| DIRECTIONS FOR THIS TASK |
Retype each entry below precisely as it reads.

| ENTRIES PROVIDED |

==*==

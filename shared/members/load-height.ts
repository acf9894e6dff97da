import type { Recorder } from '../calc/recorder.ts';
import { clause } from '../standards/aisc360-22/writer.ts';
import { distance, type Stretch } from './geometry.ts';
import { samePlace } from './resolve-restraints.ts';
import type { ResolvedCombination, ResolvedLoad, ResolvedMember } from './resolved.ts';

/**
 * A load within an unbraced segment that acts off the shear centre towards the side it pushes from:
 * a downward load on the top flange, an upward one on the bottom flange. It moves with the twist and
 * lowers lateral-torsional buckling below F1, whose loads act at the shear centre. True, with an
 * outside-scope notice, where there is one; a load over an end of the segment is held there.
 */
export function destabilisingLoad(
  r: Recorder,
  member: ResolvedMember,
  c: ResolvedCombination,
  segment: Stretch,
): boolean {
  const [from, to] = [distance(segment.from, member), distance(segment.to, member)];
  const L = member.length.value;
  const inside = (load: ResolvedLoad): boolean => {
    if (load.kind === 'point') {
      const z = load.at.value;
      return z > from && z < to && !samePlace(z, from, L) && !samePlace(z, to, L);
    }
    const [a, b] = load.reach ? [load.reach.from.value, load.reach.to.value] : [0, L];
    return Math.min(b, to) > Math.max(a, from);
  };
  const pushes = (load: ResolvedLoad): readonly number[] =>
    load.kind === 'point'
      ? [load.W.value]
      : load.kind === 'uniform'
        ? [load.w.value]
        : [load.wFrom.value, load.wTo.value];
  const found = c.loads.filter(
    (load) =>
      load.axis === 'x' &&
      inside(load) &&
      ((load.height === 'top' && pushes(load).some((p) => p > 0)) ||
        (load.height === 'bottom' && pushes(load).some((p) => p < 0))),
  );
  if (found.length === 0) return false;
  r.notice(
    'F1/height',
    'outside scope',
    'destabilising-load',
    `A load within the unbraced segment acts at the flange it pushes on (${found.map((l) => l.id.replace('load', 'load ')).join(', ')}) and would move with the section as it twists. F1 takes loads at the shear centre: lateral-torsional buckling of this segment is not checked. Hold the member where the load acts, or show that the load does not move with the flange.`,
    { title: 'Load above the shear centre', clause: clause('F1') },
  );
  return true;
}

==*==

| SOLVED PROBLEM |
filename shared/members/load-height.ts
repository acf9894e6dff97da
import type { Recorder } from '../calc/recorder.ts';
import { clause } from '../standards/aisc360-22/writer.ts';
import { distance, type Stretch } from './geometry.ts';
import { samePlace } from './resolve-restraints.ts';
import type { ResolvedCombination, ResolvedLoad, ResolvedMember } from './resolved.ts';

/**
 * A load within an unbraced segment that acts off the shear centre towards the side it pushes from:
 * a downward load on the top flange, an upward one on the bottom flange. It moves with the twist and
 * lowers lateral-torsional buckling below F1, whose loads act at the shear centre. True, with an
 * outside-scope notice, where there is one; a load over an end of the segment is held there.
 */
export function destabilisingLoad(
  r: Recorder,
  member: ResolvedMember,
  c: ResolvedCombination,
  segment: Stretch,
): boolean {
  const [from, to] = [distance(segment.from, member), distance(segment.to, member)];
  const L = member.length.value;
  const inside = (load: ResolvedLoad): boolean => {
    if (load.kind === 'point') {
      const z = load.at.value;
      return z > from && z < to && !samePlace(z, from, L) && !samePlace(z, to, L);
    }
    const [a, b] = load.reach ? [load.reach.from.value, load.reach.to.value] : [0, L];
    return Math.min(b, to) > Math.max(a, from);
  };
  const pushes = (load: ResolvedLoad): readonly number[] =>
    load.kind === 'point'
      ? [load.W.value]
      : load.kind === 'uniform'
        ? [load.w.value]
        : [load.wFrom.value, load.wTo.value];
  const found = c.loads.filter(
    (load) =>
      load.axis === 'x' &&
      inside(load) &&
      ((load.height === 'top' && pushes(load).some((p) => p > 0)) ||
        (load.height === 'bottom' && pushes(load).some((p) => p < 0))),
  );
  if (found.length === 0) return false;
  r.notice(
    'F1/height',
    'outside scope',
    'destabilising-load',
    `A load within the unbraced segment acts at the flange it pushes on (${found.map((l) => l.id.replace('load', 'load ')).join(', ')}) and would move with the section as it twists. F1 takes loads at the shear centre: lateral-torsional buckling of this segment is not checked. Hold the member where the load acts, or show that the load does not move with the flange.`,
    { title: 'Load above the shear centre', clause: clause('F1') },
  );
  return true;
}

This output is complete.